The following write dispositions are supported:

- `append`
- `replace` with `truncate-and-insert` and `insert-from-staging` replace strategies. `staging-optimized` falls back to `insert-from-staging`.
- `merge` with `delete-insert` and `scd2` merge strategies.

## Data loading

### Fast loading with parquet

[parquet](../file-formats/parquet.md) file format is supported via [ADBC driver](https://arrow.apache.org/adbc/) for **mysql**.
The driver is provided by [Columnar](https://columnar.tech/). To install it you'll need `dbc` which is a tool to manage ADBC drivers:
```sh
pip install adbc-driver-manager dbc
dbc install mysql
```

with `uv` you can run `dbc` directly:
```sh
uv tool run dbc install mysql
```

You must have the correct driver installed and `loader_file_format` set to `parquet` in order to use ADBC. If driver is not found,
`dlt` will convert parquet into INSERT statements.

We copy parquet files with batches of size of 1 row group. All groups are copied in a single transaction.

:::caution
The ADBC driver is based on go-mysql. We do minimal conversion of connection strings from SQLAlchemy (ssl cert settings for mysql).
:::

#### Why ADBC is not supported for SQLite

ADBC is disabled for SQLite because Python's `sqlite3` module and `adbc_driver_sqlite` bundle different SQLite library versions.
When both libraries operate on the same database file in WAL mode, they have conflicting memory-mapped views of the
WAL index file (`-shm`), causing data corruption. See [TensorBoard issue #1467](https://github.com/tensorflow/tensorboard/issues/1467)
for details on this two-library conflict.

For SQLite, parquet files are loaded using batch INSERT statements instead.
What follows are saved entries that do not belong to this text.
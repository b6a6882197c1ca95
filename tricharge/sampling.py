"""Sampling the field away from the surface: where the points go, from the text specs
of the command line (probes, lines, plane sections), and what they cost in memory."""

from __future__ import annotations

import numpy as np

from .errors import OptionError
from .names import printable
from .resources import check_memory
from .units import metres_per, parse_numbers

#: Bytes per sample point kept until the run ends: coordinates, potential and field,
#: their CSV line and their JSON record (Python objects), measured roughly (our figure).
BYTES_PER_SAMPLE = 2_000

def check_sample_memory(n_points: int, what: str) -> None:
    """Refuse sampling requests too large for the machine (see :data:`BYTES_PER_SAMPLE`)."""
    check_memory(n_points * BYTES_PER_SAMPLE, f"{what}: {n_points:,} sample points", "ask for fewer points")

def line_points(start, end, count: int) -> np.ndarray:
    """(count, 3) points evenly spaced from ``start`` to ``end`` (both included)."""
    s = np.linspace(0.0, 1.0, int(count))[:, None]
    return np.asarray(start, float) + s * (np.asarray(end, float) - np.asarray(start, float))

def section_grid(model, axis: str, value: float, count: int, margin: float = 0.2):
    """A plane section ``axis = value`` (metres) across the model's bounding box plus
    ``margin`` of its size on each side.

    Returns points (count*count, 3) in VTK order (first in-plane axis fastest), and the
    image's origin (3,), spacing (3,) and dimensions (3,), all in metres.
    """
    k = "xyz".index(axis)
    lo, hi = model.vertices.min(axis=0), model.vertices.max(axis=0)
    pad = margin * (hi - lo)
    lo, hi = lo - pad, hi + pad
    lo[k] = hi[k] = value
    dims = np.where(np.arange(3) == k, 1, int(count))
    axes = [np.linspace(lo[d], hi[d], dims[d]) for d in range(3)]
    zz, yy, xx = np.meshgrid(axes[2], axes[1], axes[0], indexing="ij")
    points = np.column_stack([xx.ravel(), yy.ravel(), zz.ravel()])
    spacing = np.where(dims > 1, (hi - lo) / np.maximum(dims - 1, 1), 1.0)
    return points, lo, spacing, dims


#: Most points one --line may ask for (a line of a million points is already finer than
#: any panel; our choice).
MAX_LINE_POINTS = 1_000_000

def _line_count(text: str, spec: str) -> int:
    count = parse_numbers(text, 1, "--line count")[0]
    if count != int(count) or not 2 <= count <= MAX_LINE_POINTS:
        raise OptionError(f"--line {printable(spec)!r}: the point count must be a whole number from 2 to "
                          f"{MAX_LINE_POINTS:,}")
    return int(count)

def sample_requests(model, probes=(), lines=(), section=None, grid: int = 81) -> list:
    """Sample points from their text specs, in the model's unit: ``probes`` like
    ``"X,Y,Z"``, ``lines`` like ``"X0,Y0,Z0:X1,Y1,Z1[:N]"`` (N points, default 101), a
    ``section`` like ``"z=40"`` with ``grid`` points per side. Returns [(kind, points (M, 3)
    metres, image geometry (origin, spacing, dims) for a section or None)]; OptionError
    names any spec that cannot be read.

    >>> from tricharge import Model, shapes
    >>> model = Model.from_arrays(*shapes.sphere(1.0, 2), unit="mm")
    >>> [(kind, points.shape) for kind, points, _ in sample_requests(model, ["0,0,2"], ["0,0,2:0,0,3:5"])]
    [('probe', (1, 3)), ('line', (5, 3))]
    """
    scale = metres_per(model.unit)
    requests = []
    if probes:
        requests.append(("probe", np.array([parse_numbers(p, 3, "--probe") for p in probes]) * scale, None))
    for text in lines:
        parts = text.split(":")
        if len(parts) not in (2, 3):
            raise OptionError(f"--line {printable(text)!r}: write X0,Y0,Z0:X1,Y1,Z1 or X0,Y0,Z0:X1,Y1,Z1:N")
        count = _line_count(parts[2], text) if len(parts) == 3 else 101
        start, end = (np.array(parse_numbers(p, 3, "--line")) * scale for p in parts[:2])
        requests.append(("line", line_points(start, end, count), None))
    if section is not None:
        axis, sep, value = section.partition("=")
        if not sep or axis.strip() not in ("x", "y", "z"):
            raise OptionError(f"--section {printable(section)!r}: write AXIS=VALUE with AXIS x, y or z, e.g. z=40")
        points, origin, spacing, dims = section_grid(model, axis.strip(), parse_numbers(value, 1, "--section")[0]
                                                     * scale, grid)
        requests.append(("section", points, (origin, spacing, dims)))
    return requests
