"""From a model to a result: the one call most users need."""

from __future__ import annotations

from .bem.capacitance import Result, capacitance_matrix
from .bem.panels import make_panels
from .errors import TrichargeError
from .model import Model


class NotSolvableYet(TrichargeError, NotImplementedError):
    """The model uses a feature the solver does not handle yet; nothing is approximated."""


def _homogeneous_permittivity(model: Model) -> float:
    """The one relative permittivity around all conductors, or NotSolvableYet."""
    missing = []
    if model.interfaces:
        missing.append(f"dielectric interfaces ({', '.join(i.name for i in model.interfaces)})")
    if len({model.medium_of_surface(s) for c in model.conductors for s in c.surfaces}) > 1:
        missing.append("conductors touching different media")
    if model.ground_z is not None:
        missing.append("a ground plane")
    floating = [c.name for c in model.conductors if c.floating]
    if floating:
        missing.append(f"floating conductors ({', '.join(floating)})")
    if missing:
        raise NotSolvableYet(f"{model.source}: this version solves conductors in one homogeneous medium only; "
                             f"the model has {'; '.join(missing)}, which are planned. Use 'tricharge inspect' to "
                             "check the model meanwhile")
    first = model.conductors[0].surfaces[0]
    return model.permittivity(model.medium_of_surface(first))


def solve(model: Model, *, method: str = "auto", tol: float = 1e-6, progress=None) -> Result:
    """Capacitance matrix of the model's conductors (Maxwell form, farads).

    ``method`` is "auto" (dense up to a few thousand panels, fast above), "dense" or
    "fast"; ``tol`` the relative residual of the iterative solve; ``progress(stage, done,
    total)`` is called during long work (see :func:`~tricharge.bem.capacitance.capacitance_matrix`).

    >>> import tricharge
    >>> from tricharge import shapes
    >>> v, t = shapes.sphere(radius=1.0, frequency=4)
    >>> result = tricharge.solve(tricharge.Model.from_arrays(v, t))
    >>> round(float(result.capacitance[0, 0]) * 1e12, 1)  # 4 pi eps0 x 1 m = 111.3 pF; 320 panels
    109.8
    """
    eps_r = _homogeneous_permittivity(model)
    panels = make_panels(model.vertices, model.triangles, source=model.source)
    return capacitance_matrix(panels, model.conductor_labels, model.conductor_names, eps_r=eps_r, method=method,
                              tol=tol, progress=progress)
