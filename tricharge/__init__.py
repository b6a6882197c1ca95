"""tricharge: capacitance matrices and surface fields of 3D conductors by boundary elements.

>>> import tricharge
>>> model = tricharge.load("meshes/demo_header.msh", unit="mm")  # doctest: +SKIP
>>> result = tricharge.solve(model)                               # doctest: +SKIP
>>> result.capacitance        # (K, K) farads, Maxwell form          # doctest: +SKIP
"""

from .bem.capacitance import Result
from .errors import TrichargeError
from .io.modelfile import load
from .model import Model
from .pipeline import solve

__version__ = "0.1.0"

__all__ = ["Model", "Result", "TrichargeError", "load", "solve", "__version__"]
### Loading with SqlAlchemy batch INSERTs

Data is loaded in a dialect-agnostic manner with an `insert` statement generated by SQLAlchemy's core API.
Rows are inserted in batches as long as the underlying database driver supports it. By default, the batch size is 10,000 rows.

## Syncing of `dlt` state

This destination fully supports [dlt state sync](../../general-usage/state#syncing-state-with-destination).

### Data types

All `dlt` data types are supported, but how they are stored in the database depends on the SQLAlchemy dialect.
For example, SQLite does not have `DATETIME` or `TIMESTAMP` types, so `timestamp` columns are stored as `TEXT` in ISO 8601 format.

## Supported file formats

* [typed-jsonl](../file-formats/jsonl.md) is used by default. JSON-encoded data with typing information included.
* [Parquet](../file-formats/parquet.md) is supported.

## Supported column hints
No indexes or constraints are created on the table. You can enable the following via destination configuration
```toml
[destination.sqlalchemy]
create_unique_indexes=true
create_primary_keys=true
```
* `unique` hints are translated to `UNIQUE` constraints via SQLAlchemy.
* `primary_key` hints are translated to `PRIMARY KEY` constraints via SQLAlchemy.